Follow changes in ZODB RelStorage PostgreSQL databases

The newt.db.follow module provides an API for subscribing to database changes .

It’s used by newt.db for asynchronous updates, but it can be used for other applications, such as:

  • creating data indexes, such as Elasticsearch indexes.
  • creating alternate representations, such as relational models to support other applications.
  • monitoring or analytics of data changes.

You can get an iterator of changes by calling the updates() function:

>>> import newt.db.follow
>>> import pickle
>>> for batch in newt.db.follow.updates(dsn):
...     for tid, zoid, data in batch:
...         print_(zoid, pickle.loads(data).__name__)
0 PersistentMapping

The updates iterator returns batches to facilitate batch processing of data while processing data as soon as possible. Batches are as large as possible, limited loosly by a target batch size with the constraint that transactions aren’t split between batches. Batches are themselves iterators.

The interator can run over a range of transactions, or can run indefinately, returning new batches as new data are committed.

See the updates reference for detailed documentation. One of the parameters is end_tid, an end transaction id for the iteration. If no end_tid parameter is provided, the iterator will iterate forever, blocking when necessary to wait for new data to be committed.

The data returned by the follower is a pickle, which probably isn’t very useful. You can convert it to JSON using Newt’s JSON conversion. We can update the example above:

>>> import newt.db.follow
>>> import newt.db.jsonpickle

>>> jsonifier = newt.db.jsonpickle.Jsonifier()
>>> for batch in newt.db.follow.updates(dsn):
...     for tid, zoid, data in batch:
...         class_name, _, data = jsonifier((zoid, tid), data)
...         if data is not None:
...             print_(zoid, class_name, data)
0 persistent.mapping.PersistentMapping {"data": {"x": 1}}

Jsonifiers take a label (used for logging errors) and data and return a class_name, a ghost pickle, and object state as JSON data. The ghost pickle is generally only useful to Newt itself, so we ignore it here. If the JSON data returned is None, we skip processing the data. The return value may be None if:

  • the raw data was an empty string, in which case the database record deleted the object,
  • the object class was one the JSON conversion skipped, or
  • There was an error converting the data.

Tracking progress

Often the data returned by the updates iterator is used to update some other data. Often clients will be stopped and later restarted and need to keep track of where they left off. The set_progress_tid() method can be used to save progress for a client:

>>> newt.db.follow.set_progress_tid(dsn, 'mypackage.mymodule', tid)

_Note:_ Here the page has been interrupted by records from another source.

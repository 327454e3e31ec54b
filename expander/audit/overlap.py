"""Overlap: copies of the sector that reach into the sector.

Nodes of the sector's surface, and centres of its cells, are carried to each copy that can touch
the sector; one that lies in a cell of the sector, and deeper under its surface than facets of a
curved seam explain, is in a place that is filled twice. Where mirror planes make the group there
is nothing to look for: a model on one side of each of them tiles space exactly.
"""

from __future__ import annotations

from dataclasses import dataclass
from functools import cached_property
from typing import Any

import numpy as np

from expander.cells import dimensions
from expander.groups import Group
from expander.model import Mesh
from expander.placements import Floats
from expander.seams import _touching
from expander.topology import (
    Faces,
    Ints,
    boundary_faces,
    cell_centres,
    cell_sizes,
    local_edges,
)

MOST_TESTED = 20_000  # points of one image
_MOST_AT_ONCE = 20_000_000  # points of all images that are looked at
_MOST_CENTRES = 4_000
_MOST_FOUND = 32  # copies that are listed: with more, the case is wrong altogether


@dataclass(frozen=True, eq=False)
class Overlap:
    """A copy that reaches into the modelled part.

    Attributes
    ----------
    copy : its number; of a copy and its inverse, which overlap alike, the lower one.
    nodes : number of surface nodes found inside; of those tested, if sampled.
    node : the sector's node whose image lies deepest; -1 if only centres of cells do.
    at : (3,) where that image, or that of the centre, lies.
    depth : how deep under the surface, in the length unit.
    words : one sentence.
    """

    copy: int
    nodes: int
    node: int
    at: Floats
    depth: float
    words: str


@dataclass(frozen=True, eq=False)
class Overlaps:
    """All copies that reach into the modelled part.

    Attributes
    ----------
    found : by copy, at most 32. images : how many images can touch the sector. sampled : "" or a
        sentence that says what part of the surface nodes was tested.
    """

    found: tuple[Overlap, ...]
    images: int
    sampled: str


def overlaps(mesh: Mesh, group: Group, tolerance_of_edge: float = 0.1) -> Overlaps:
    """Copies some of whose material lies inside the sector; for solids only.

    Each pair of copies is like the sector and one copy, so one of ``g`` and ``g^-1`` is reported,
    and both are looked at: a spike has nodes inside its neighbour, which has none inside the spike.

    Parameters
    ----------
    tolerance_of_edge : a point counts as inside if it is deeper than this part of its own shortest
        edge, and of that of the cell it lies in.

    Examples
    --------
    A cube about the axis itself, taken for one of two sectors:

    >>> from expander.groups import CyclicAxis, make_group
    >>> points = np.array([[x, y, z] for z in (0, 1) for x, y in
    ...                    ((-1, -1), (1, -1), (1, 1), (-1, 1))], dtype=float)
    >>> cube = Mesh(points, np.arange(8), np.array([0, 8]), np.array([12], dtype=np.uint8))
    >>> group = make_group([], CyclicAxis(2, np.array([0.0, 0.0, 1.0]), np.zeros(3)))
    >>> [(o.copy, o.nodes, round(o.depth, 6)) for o in overlaps(cube, group).found]
    [(1, 0, 0.5)]
    """
    solid = np.flatnonzero(dimensions(mesh.types) == 3)
    if group.is_reflection_group or not len(solid):
        return Overlaps((), 0, "")
    faces = boundary_faces(mesh)
    surface = np.unique(np.concatenate([f.corners.ravel() for f in faces]))
    mirrors = {g for g, _, _ in group.mirrors}
    pairs = _touching(mesh.points[surface].astype(float), group, 0.0, mirrors)
    images = [(g, k) for g in pairs for k in sorted({g, int(group.inverse[g])})]
    if not images:
        return Overlaps((), 0, "")
    nodes = _evenly(surface, max(MOST_TESTED, _MOST_AT_ONCE // len(images)))
    middles = _evenly(solid, _MOST_CENTRES)
    places = np.concatenate([mesh.points[nodes].astype(float), cell_centres(mesh)[middles]])
    source = np.concatenate([nodes, -1 - middles])  # a cell's centre has the number -1 - cell
    low, high = mesh.points[surface].min(axis=0), mesh.points[surface].max(axis=0)
    inside = _Inside(mesh, solid, faces)
    thinned = len(nodes) < len(surface)
    found: dict[int, list[tuple[Ints, Floats, Floats]]] = {}
    for g, k in images:
        if len(found) == _MOST_FOUND and g not in found:
            break
        moved = group.placements[k].apply(places)
        near = np.flatnonzero(((moved > low) & (moved < high)).all(axis=1))
        if len(near) > MOST_TESTED:
            near, thinned = _evenly(near, MOST_TESTED), True
        if not len(near):
            continue
        here, host = inside.hosts(moved[near])
        near = near[here]
        depth = inside.depths(moved[near])
        deep = depth > tolerance_of_edge * _edges(mesh, source[near], host)
        if deep.any():
            hit = near[deep]
            found.setdefault(g, []).append((source[hit], moved[hit], depth[deep]))
    sampled = (
        f"at most {MOST_TESTED} points of each image were tested, evenly taken from "
        f"{len(surface)} surface nodes and the cells"
        if thinned
        else ""
    )
    return Overlaps(tuple(_overlap(group, g, found[g]) for g in found), len(images), sampled)


def _evenly(items: Ints, most: int) -> Ints:
    if len(items) <= most:
        return items
    return items[np.linspace(0, len(items) - 1, most).astype(np.int64)]


def _edges(mesh: Mesh, source: Ints, host: Ints) -> Floats:
    """The larger of the shortest edges at each point and of the cell of the sector it lies in."""
    corners = mesh.connectivity[mesh.offsets[:-1]]
    own = np.where(source >= 0, source, corners[np.maximum(0, -1 - source)])
    shortest = local_edges(mesh, np.concatenate([own, corners[host]]))
    return np.maximum(shortest[: len(own)], shortest[len(own) :])


def _overlap(group: Group, copy: int, parts: list[tuple[Ints, Floats, Floats]]) -> Overlap:
    source, at, depth = (np.concatenate([p[k] for p in parts]) for k in range(3))
    nodes = np.flatnonzero(source >= 0)
    among = nodes if len(nodes) else np.arange(len(source))
    worst = int(among[np.argmax(depth[among])])
    place = ", ".join(f"{c:.6g}" for c in at[worst] + 0.0)
    what = f"{len(nodes)} of its surface nodes lie" if len(nodes) else "centres of its cells lie"
    words = (
        f"the model, {group.words(copy)}, overlaps the model: {what} inside, up to "
        f"{depth[worst]:.4g} deep, at ({place})"
    )
    node = int(source[worst]) if len(nodes) else -1
    return Overlap(copy, len(nodes), node, at[worst], float(depth[worst]), words)


class _Inside:
    """Which cell of the sector a point lies in, and how deep under the sector's surface.

    Cells tell inside from outside also at sharp edges and where surfaces of tied pieces coincide,
    where the sign of a distance to the surface is not sure.
    """

    def __init__(self, mesh: Mesh, solid: Ints, faces: list[Faces]) -> None:
        self._mesh, self._solid, self._faces = mesh, solid, faces

    @cached_property
    def _points(self) -> Any:
        from vtkmodules.util.numpy_support import numpy_to_vtk
        from vtkmodules.vtkCommonCore import vtkPoints

        points = vtkPoints()
        points.SetData(numpy_to_vtk(self._mesh.points.astype(float)))
        return points

    @cached_property
    def _probe(self) -> Any:
        from vtkmodules.util.numpy_support import numpy_to_vtk
        from vtkmodules.vtkCommonDataModel import vtkStaticCellLocator, vtkUnstructuredGrid
        from vtkmodules.vtkFiltersCore import vtkProbeFilter

        mesh, solid = self._mesh, self._solid
        sizes = cell_sizes(mesh)[solid]
        ends = np.cumsum(sizes)
        entries = np.repeat(mesh.offsets[:-1][solid] - ends + sizes, sizes) + np.arange(ends[-1])
        grid = vtkUnstructuredGrid()
        grid.SetPoints(self._points)
        grid.SetCells(
            numpy_to_vtk(mesh.types[solid], deep=True),
            _cell_array(np.concatenate([[0], ends]), mesh.connectivity[entries]),
        )
        number = numpy_to_vtk(solid, deep=True)
        number.SetName("cell")
        grid.GetCellData().AddArray(number)
        probe = vtkProbeFilter()
        set_locator = getattr(probe, "SetCellLocator", None) or probe.SetCellLocatorPrototype
        set_locator(vtkStaticCellLocator())
        probe.SetSourceData(grid)
        probe.ComputeToleranceOff()
        probe.SetTolerance(0.0)
        return probe

    @cached_property
    def _distance(self) -> Any:
        from vtkmodules.vtkCommonDataModel import vtkPolyData
        from vtkmodules.vtkFiltersCore import vtkImplicitPolyDataDistance

        corners = np.concatenate([f.corners.ravel() for f in self._faces])
        sizes = np.concatenate([np.full(len(f.corners), f.corners.shape[1]) for f in self._faces])
        surface = vtkPolyData()
        surface.SetPoints(self._points)
        surface.SetPolys(_cell_array(np.concatenate([[0], np.cumsum(sizes)]), corners))
        distance = vtkImplicitPolyDataDistance()
        distance.SetInput(surface)
        return distance

    def hosts(self, points: Floats) -> tuple[Ints, Ints]:
        """Which of `points` (k, 3) lie in a cell, and in which cell, each (found,)."""
        from vtkmodules.util.numpy_support import numpy_to_vtk, vtk_to_numpy
        from vtkmodules.vtkCommonCore import vtkPoints
        from vtkmodules.vtkCommonDataModel import vtkPolyData

        asked, places = vtkPolyData(), vtkPoints()
        places.SetData(numpy_to_vtk(points, deep=True))
        asked.SetPoints(places)
        self._probe.SetInputData(asked)
        self._probe.Update()
        answer = self._probe.GetOutput().GetPointData()
        here = np.flatnonzero(vtk_to_numpy(answer.GetArray("vtkValidPointMask")))
        return here, vtk_to_numpy(answer.GetArray("cell"))[here].astype(np.int64)

    def depths(self, points: Floats) -> Floats:
        """Distance to the faces of the surface, (k,)."""
        from vtkmodules.util.numpy_support import numpy_to_vtk, vtk_to_numpy
        from vtkmodules.vtkCommonCore import vtkDoubleArray

        found = vtkDoubleArray()
        if not len(points):
            return np.empty(0)
        self._distance.FunctionValue(numpy_to_vtk(points, deep=True), found)
        return np.asarray(np.abs(vtk_to_numpy(found)))


def _cell_array(offsets: Ints, connectivity: Ints) -> Any:
    from vtkmodules.util.numpy_support import numpy_to_vtkIdTypeArray
    from vtkmodules.vtkCommonDataModel import vtkCellArray

    cells = vtkCellArray()
    cells.SetData(
        numpy_to_vtkIdTypeArray(offsets.astype(np.int64), deep=True),
        numpy_to_vtkIdTypeArray(connectivity.astype(np.int64), deep=True),
    )
    return cells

The first argument is a PostgreSQL database connection. The second argument is a client identifier, typically the dotted name of the client module. The third argument is the last transaction id that was processed.

Later, you can use get_progress_tid() to retrieve the saved transaction id:

>>> start_tid = newt.db.follow.get_progress_tid(dsn, 'mypackage.mymodule')

You’d then pass the retrieved transaction identifier as the start_tid argument to updates().

Garbage collection

One complication in dealing with updating external data is garbage collection. When a Newt DB database is packed, records are removed without generating updates. Data that’s removed from Newt DB when it’s packed should be removed from external representations as well. The easiest way to do this is by splitting packing into 3 steps:

  1. Run zodbpack with the --prepack option:

    zodbpack -d 1 --prepack CONFIG_FILE
    

    This tells zeopack to stop after identifying garbage.

  2. Call the newt.db.follow.garbage() function to get an iterator of object ids that will be deleted in the second phase of packing:

    import newt.db.follow
    for zoid in newt.db.follow.garbage(dsn):
        my_remove_external_data_function(zoid)
    
  3. Run zodbpack with the --use-prepack-state option:

    zodbpack -d 1 --use-prepack-state CONFIG_FILE
    

    This tells zeopack to remove the garbage identified in the first step.